| Date | May 2011 | Marks available | 2 | Reference code | 11M.1.hl.TZ2.1 |
| Level | HL only | Paper | 1 | Time zone | TZ2 |
| Command term | Determine | Question number | 1 | Adapted from | N/A |
Question
The quadratic function \(f(x) = p + qx - {x^2}\) has a maximum value of 5 when x = 3.
Find the value of p and the value of q .
The graph of f(x) is translated 3 units in the positive direction parallel to the x-axis. Determine the equation of the new graph.
Markscheme
METHOD 1
\(f'(x) = q - 2x = 0\) M1
\(f'(3) = q - 6 = 0\)
q = 6 A1
f(3) = p + 18 − 9 = 5 M1
p = −4 A1
METHOD 2
\(f(x) = - {(x - 3)^2} + 5\) M1A1
\( = - {x^2} + 6x - 4\)
q = 6, p = −4 A1A1
[4 marks]
\(g(x) = - 4 + 6(x - 3) - {(x - 3)^2}{\text{ }}( = - 31 + 12x - {x^2})\) M1A1
Note: Accept any alternative form which is correct.
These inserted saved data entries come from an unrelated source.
std::vector<ReportLineLabel> report_line_labels(const ReportData& d, const ReportLayout& l) {
    std::vector<ReportLineLabel> labels;
    for (const ReportTarget& t : d.targets)
        for (const double c : octaves_in_view(d, l, t)) {
            // Named in the line's octave as analyze names a note matched there.
            const int k = static_cast<int>(std::lround((c - t.cents) / 1200.0));
            ReportLineLabel a;
            a.line_y = a.y = l.y_of(c);
            a.used = t.used;
            const bool in_set = t.index >= 0 && static_cast<std::size_t>(t.index) < d.set.targets.size();
            a.ratio = in_set ? target_words_at(d.set, t.index, k, d.intervals)
                             : t.ratio + (k == 0 ? "" : (k > 0 ? " +" : " ") + std::to_string(k) + "oct");
            a.name = in_set ? target_name_words_at(d.set, t.index, k, d.intervals) : t.name;
            labels.push_back(std::move(a));
        }
    // Labels beside the plot, pushed apart so none overlaps; when they cannot all fit, the targets no note used give
    // way.
    const float gap = kBodyPx + 4.0f;
    const float top = l.plot_y0 + 0.5f * gap, bottom = l.plot_y1 - 0.5f * gap;
    if (static_cast<float>(labels.size()) * gap > bottom - top + gap)
        std::erase_if(labels, [](const ReportLineLabel& a) { return !a.used; });
    std::stable_sort(labels.begin(), labels.end(),
                     [](const ReportLineLabel& a, const ReportLineLabel& b) { return a.line_y < b.line_y; });
    for (std::size_t i = 0; i < labels.size(); ++i)
        labels[i].y = std::max(labels[i].line_y, i ? labels[i - 1].y + gap : top);
    for (std::size_t i = labels.size(); i-- > 0;)
        labels[i].y = std::min(labels[i].y, i + 1 < labels.size() ? labels[i + 1].y - gap : bottom);
    return labels;
}

namespace {

// ---------------------------------------------------------------------------
// [SECTION] Ticks and labels
// ---------------------------------------------------------------------------
double tick_step(double span, std::initializer_list<double> steps, int max_ticks) {
    double last = 1.0;
    for (double s : steps) {
        last = s;
        if (span / s <= max_ticks) return s;
    }
    while (span / last > max_ticks) last *= 2.0;
    return last;
}

// "+4.5", "−6.0", "0.0": fixed decimals, a true minus sign, no signed zero.
std::string signed_cents(double c, int decimals) {
    char buf[32];
    std::snprintf(buf, sizeof buf, "%.*f", decimals, std::fabs(c));
    const bool zero = std::fabs(c) < 0.5 * std::pow(10.0, -decimals);
    return zero ? std::string(buf) : (c < 0 ? "\u2212" : "+") + std::string(buf);
}

// Cuts `s` (UTF-8) to fit `width_px`, ending it with an ellipsis when cut.
std::string fit_text(ImFont* f, std::string s, float width_px) {
    auto w = [&](const std::string& t) { return f->CalcTextSizeA(f->FontSize, FLT_MAX, 0.0f, t.c_str()).x; };
    if (w(s) <= width_px) return s;
    while (!s.empty() && w(s + "\u2026") > width_px) {
        s.pop_back();
        while (!s.empty() && (static_cast<unsigned char>(s.back()) & 0xC0) == 0x80) s.pop_back();
    }
    while (!s.empty() && s.back() == ' ') s.pop_back();
    return s + "\u2026";
}

std::string clock_text(double t_s, bool minutes) {
    if (!minutes) return pitch::format_trimmed(t_s, 1);
    const long s = std::lround(t_s);
    char buf[32];
    if (s >= 3600)
        std::snprintf(buf, sizeof buf, "%ld:%02ld:%02ld", s / 3600, (s / 60) % 60, s % 60);
    else
        std::snprintf(buf, sizeof buf, "%ld:%02ld", s / 60, s % 60);
    return buf;
}

struct Ink {
    ImDrawList* dl;
    ImFont* body;
    ImFont* bold;
    ImFont* title;
    ImVec2 size(ImFont* f, const std::string& s) const {
        return f->CalcTextSizeA(f->FontSize, FLT_MAX, 0.0f, s.c_str());
    }
    void text(ImFont* f, float x, float y, ImU32 col, const std::string& s) const {
        dl->AddText(f, f->FontSize, ImVec2(std::floor(x), std::floor(y)), col, s.c_str());
    }
    void text_right(ImFont* f, float x, float y, ImU32 col, const std::string& s) const {
        text(f, x - size(f, s).x, y, col, s);
    }
    void text_centre(ImFont* f, float x, float y, ImU32 col, const std::string& s) const {
        text(f, x - 0.5f * size(f, s).x, y, col, s);
    }
};

// A mark's colour by its deviation (the legend's bands); one without a deviation (between targets, unsure) is in the
// soft ink: no band is true of it.
ImU32 mark_colour(double dev_cents) {
    if (!std::isfinite(dev_cents)) return kSoftInk;
    const double a = std::fabs(dev_cents);
    return a <= 5.0 ? kReportGood : a <= 15.0 ? kReportFair : kReportPoor;
}

// ---------------------------------------------------------------------------
// [SECTION] The plot: grid, target lines and their labels, trace, note bars
// ---------------------------------------------------------------------------
void draw_axes(const Ink& ink, const ReportData& d, const ReportLayout& l) {
    ImDrawList* dl = ink.dl;
    const float lh = ink.body->FontSize;
    // Cents grid and labels.
    const double cstep = tick_step(l.c_hi - l.c_lo, {5, 10, 20, 25, 50, 100, 200, 250, 500, 1000, 1200}, 10);
    for (double c = std::ceil(l.c_lo / cstep) * cstep; c <= l.c_hi; c += cstep) {
        const float y = std::floor(l.y_of(c)) + 0.5f;
        dl->AddLine(ImVec2(l.plot_x0, y), ImVec2(l.plot_x1, y), kGrid, 1.0f);
        ink.text_right(ink.body, l.plot_x0 - 10.0f, y - 0.5f * lh, kSoftInk, signed_cents(c, 0));
    }
    ink.text(ink.body, l.plot_x0 - 110.0f, l.plot_y0 - lh - 12.0f, kInk, d.axis_label);
    // Time grid and labels.
    const double span = l.t1_s - l.t0_s;
    const bool minutes = span >= 120.0;
    const double tstep = tick_step(span, {0.5, 1, 2, 5, 10, 15, 30, 60, 120, 300, 600, 900, 1800, 3600}, 12);
    for (double t = 0.0; t <= l.t1_s + 1e-9; t += tstep) {
        const float x = std::floor(l.x_of(t)) + 0.5f;
        dl->AddLine(ImVec2(x, l.plot_y0), ImVec2(x, l.plot_y1), kGrid, 1.0f);
        ink.text_centre(ink.body, x, l.plot_y1 + 8.0f, kSoftInk, clock_text(t, minutes));
    }
    const std::string time_label = minutes ? "time (min:s)" : "time (s)";
    ink.text_right(ink.body, l.plot_x1, l.plot_y1 + 8.0f + lh + 4.0f, kInk, time_label);
    // The key to the marks, on the same line, left of the time axis's label and never over it.
    const float key_w = l.plot_x1 - l.plot_x0 - ink.size(ink.body, time_label).x - 24.0f;
    ink.text(
        ink.body, l.plot_x0, l.plot_y1 + 8.0f + lh + 4.0f, kSoftInk,
        fit_text(ink.body, "bar: a held " + d.mark_word + "'s centre, labelled with its deviation; stem: target to bar",
                 key_w));
    dl->AddRect(ImVec2(l.plot_x0 - 0.5f, l.plot_y0 - 0.5f), ImVec2(l.plot_x1 + 0.5f, l.plot_y1 + 0.5f), kInk, 0.0f, 0,
                1.5f);
}
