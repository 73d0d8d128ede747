// Drill chart — see drill_chart.h.
#include "ui/screens/drill_chart.h"

#include "pitch/base/error.h"
#include "pitch/base/text.h"
#include "ui/screens/palette.h"
#include "ui/screens/screen.h"
#include "ui/screens/widgets.h"

#include <algorithm>
#include <chrono>
#include <cmath>
#include <cstdio>
#include <cstdlib>
#include <filesystem>
#include <map>

namespace beatless::ui {

namespace {

constexpr int kHistoryDays = 30;  // the plots show at most the last 30 days

std::string day_text(long day) {
    using namespace std::chrono;
    const year_month_day ymd{sys_days{days{day}}};
    char buf[16];
    std::snprintf(buf, sizeof buf, "%04d-%02u-%02u", static_cast<int>(ymd.year()), static_cast<unsigned>(ymd.month()),
                  static_cast<unsigned>(ymd.day()));
    return buf;
}

enum class PlotKind { hold, threshold, share };

// The latest point in words: "+3.2 c", "4.3 c (3.4 to 6.3)", "finer than 0.5 c", "62 % right".
std::string latest_text(const ProgressPoint& p, PlotKind k) {
    switch (k) {
        case PlotKind::hold: return signed_text(p.value, 1) + " c";
        case PlotKind::share: return std::to_string(std::lround(100.0 * p.value)) + " % right";
        case PlotKind::threshold: break;
    }
    if (p.finer) return "finer than " + pitch::format_trimmed(p.value, 2) + " c";
    const auto num = [](double c) { return pitch::format_trimmed(c, c < 10.0 ? 1 : 0); };
    return num(p.value) + " c (" + (p.lo > 0.0 ? num(p.lo) : std::string("below")) + " to " + num(p.hi) + ")";
}

void small_plot(ImDrawList* dl, const DrillProgressSeries& s, PlotKind kind, double tol, float x0, float y0, float w,
                float h) {
    std::vector<ImVec2> points;
    const float u = ui_unit();
    const bool hold = kind == PlotKind::hold;
    dl->AddRectFilled(ImVec2(x0, y0), ImVec2(x0 + w, y0 + h), palette::kPanelRaised, std::round(0.2f * u));
    const char* label = kind == PlotKind::threshold ? "threshold per day, with its 95 % interval"
                        : kind == PlotKind::share   ? "share right per day"
                                                    : s.key.c_str();
    draw_text(dl, FontFace::bold, ImVec2(x0 + std::round(0.4f * u), y0 + std::round(0.2f * u)), palette::kText, label);
    if (!s.points.empty()) {
        const ProgressPoint& latest = s.points.back();
        const std::string v = latest_text(latest, kind);
        const std::uint32_t col = hold ? tuning_colour(tuning_of(latest.value, tol)) : palette::kText;
        draw_text(dl, FontFace::bold,
                  ImVec2(x0 + w - std::round(0.4f * u) - text_size(FontFace::bold, v).x, y0 + std::round(0.2f * u)),
                  col, v);
    }
    const float px0 = x0 + std::round(0.5f * u), px1 = x0 + w - std::round(0.5f * u);
    const float py0 = y0 + std::round(1.35f * u), py1 = y0 + h - std::round(0.3f * u);
    if (py1 - py0 < 0.8f * u) return;
    if (s.points.empty()) {
        const std::string why =
            kind == PlotKind::threshold && s.no_threshold_days > 0 ? "no reliable threshold" : "not yet";
        draw_text_centred(dl, FontFace::body, 0.5f * (px0 + px1), 0.5f * (py0 + py1) - 0.5f * u, palette::kTextFaint,
                          why);
        return;
    }
    const long last_day = s.points.back().day;
    const long first_day = std::max(s.points.front().day, last_day - (kHistoryDays - 1));
    const double days = static_cast<double>(std::max(1L, last_day - first_day));
    auto x_of = [&](long d) {
        return last_day == first_day ? 0.5f * (px0 + px1)
                                     : px0 + static_cast<float>((d - first_day) / days) * (px1 - px0);
    };
    double lo = 0.0, hi = 1.0;
    if (kind == PlotKind::threshold) {
        for (const auto& p : s.points)
            if (p.day >= first_day) hi = std::max(hi, 1.15 * (std::isfinite(p.hi) ? p.hi : p.value));
    } else if (hold) {
        double m = 2.0 * tol;
        for (const auto& p : s.points)
            if (p.day >= first_day) m = std::max(m, std::fabs(p.value) * 1.15);
        lo = -m;
        hi = m;
        const auto yb = [&](double c) {
            return std::round(py1 - static_cast<float>((c - lo) / (hi - lo)) * (py1 - py0));
        };
        dl->AddRectFilled(ImVec2(px0, yb(tol)), ImVec2(px1, yb(-tol)), palette::kInTuneZone);
        dl->AddRectFilled(ImVec2(px0, yb(0.0)), ImVec2(px1, yb(0.0) + 1), palette::kCurrentTarget);
    }
    auto y_of = [&](double c) {
        return std::round(py1 - static_cast<float>((std::clamp(c, lo, hi) - lo) / (hi - lo)) * (py1 - py0));
    };
    if (!hold) {  // the scale: its top and its bottom
        const bool thr = kind == PlotKind::threshold;
        const std::string top = thr ? pitch::format_trimmed(hi, hi < 10.0 ? 1 : 0) + " c" : std::string("100 %");
        draw_text(dl, FontFace::body, ImVec2(px0, py0), palette::kTextFaint, top);
        draw_text(dl, FontFace::body, ImVec2(px0, py1 - u), palette::kTextFaint, thr ? "0 c" : "0 %");
    }
    for (const auto& p : s.points)
        if (p.day >= first_day) points.emplace_back(x_of(p.day), y_of(p.value));
    if (points.size() >= 2)
        dl->AddPolyline(points.data(), static_cast<int>(points.size()), palette::kTextDim, ImDrawFlags_None, 1.5f);
    const float rad = std::round(0.22f * u);
    std::size_t k = 0;
    for (const auto& p : s.points) {
        if (p.day < first_day) continue;
        const ImVec2 c = points[k++];
        if (std::isfinite(p.hi)) {  // the interval as a whisker with caps
            const float ylo = y_of(std::max(p.lo, 0.0)), yhi = y_of(p.hi);
            dl->AddRectFilled(ImVec2(c.x - 1, yhi), ImVec2(c.x + 1, ylo), palette::kTextDim);
            dl->AddRectFilled(ImVec2(c.x - rad, yhi - 1), ImVec2(c.x + rad, yhi + 1), palette::kTextDim);
            dl->AddRectFilled(ImVec2(c.x - rad, ylo - 1), ImVec2(c.x + rad, ylo + 1), palette::kTextDim);
        }
        if (p.finer)
            draw_tuning_shape(dl, Tuning::flat, c, rad * 1.3f, palette::kInTune);  // pointing down: finer than this
        else
            dl->AddCircleFilled(c, rad, palette::kText, 12);
    }
    // A wide plot (the ear results) names its first and last day.
    if (w > 20.0f * u && first_day != last_day) {
        const std::string from = day_text(first_day), to = day_text(last_day);
        const float fx = hold ? px0 : px0 + std::round(3.0f * u);  // right of the scale's "0 c"
        draw_text(dl, FontFace::body, ImVec2(fx, py1 - u), palette::kTextFaint, from);
        draw_text(dl, FontFace::body, ImVec2(px1 - text_size(FontFace::body, to).x, py1 - u), palette::kTextFaint, to);
    }
}

}  // namespace

void draw_drill_progress(ImDrawList* dl, const DrillProgress& hist, const Drill& drill, float x0, float y0, float w,
                         float h) {
    const float u = ui_unit();
    draw_panel(dl, x0, y0, w, h);
    const Drill* d = &drill;
    const bool ear = d->mode == DrillMode::ear;
    const std::string head =
        ear ? (d->task == ui::EarTask::discriminate
                   ? "History of " + d->title +
                         ": the threshold fitted to each day's answers, in cents (lower is finer)"
                   : "History of " + d->title + ": the share named right per day")
            : "History of " + d->title +
                  (hist.voices == 2 ? " on two voices: the interval's mean deviation" : ": mean deviation") +
                  " per target per day, in cents (band \xC2\xB1" + pitch::format_trimmed(d->tolerance_cents, 1) + " c)";
    draw_text(dl, FontFace::body, ImVec2(x0 + u, y0 + std::round(0.3f * u)), palette::kTextDim, head);
    const float gy = y0 + std::round(1.5f * u);
    const float gh = y0 + h - gy - std::round(0.4f * u);
    if (!hist.note.empty() || hist.series.empty()) {
        draw_text(dl, FontFace::body, ImVec2(x0 + u, gy + std::round(0.3f * u)), palette::kTextFaint,
                  hist.note.empty() ? std::string("No attempts of this drill in the practice log yet.") : hist.note);
        return;
    }
    if (gh < 2.5f * u) return;
    const float gap = std::round(0.5f * u);
    const float inner = w - 2.0f * u;
    const std::size_t n = hist.series.size();
    const int rows_fit = std::max(1, static_cast<int>((gh + gap) / (3.2f * u + gap)));
    int cols = std::max(1, static_cast<int>((inner + gap) / (7.5f * u + gap)));
    if (ear) cols = 1;
    cols = std::min<int>(cols, static_cast<int>(n));
    const int rows =
        std::min(rows_fit, static_cast<int>((n + static_cast<std::size_t>(cols) - 1) / static_cast<std::size_t>(cols)));
    const float cw = std::floor((inner - gap * static_cast<float>(cols - 1)) / static_cast<float>(cols));
    const float ch = std::floor((gh - gap * static_cast<float>(rows - 1)) / static_cast<float>(rows));
    const std::size_t shown = std::min(n, static_cast<std::size_t>(rows * cols));
    for (std::size_t i = 0; i < shown; ++i) {
        const int c = static_cast<int>(i) % cols, r = static_cast<int>(i) / cols;
        const PlotKind kind = !ear                                   ? PlotKind::hold
                              : d->task == ui::EarTask::discriminate ? PlotKind::threshold
                                                                     : PlotKind::share;
        small_plot(dl, hist.series[i], kind, d->tolerance_cents, x0 + u + static_cast<float>(c) * (cw + gap),
                   gy + static_cast<float>(r) * (ch + gap), cw, ch);
    }
    if (shown < n) {
        std::string more = "+";  // (appended: GCC 12 warns falsely, -Wrestrict, on "+" + std::string)
        more.append(std::to_string(n - shown)).append(" more (beatless history)");
        draw_text(dl, FontFace::body, ImVec2(x0 + w - u - text_size(FontFace::body, more).x, y0 + std::round(0.3f * u)),
                  palette::kTextDim, more);
    }
}

}  // namespace beatless::ui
Award M1A0 for a substitution of (x + 3) .
[2 marks]
Examiners report
In general candidates handled this question well although a number equated the derivative to the function value rather than zero. Most recognised the shift in the second part although a number shifted only the squared value and not both x values.
In general candidates handled this question well although a number equated the derivative to the function value rather than zero. Most recognised the shift in the second part although a number shifted only the squared value and not both x values.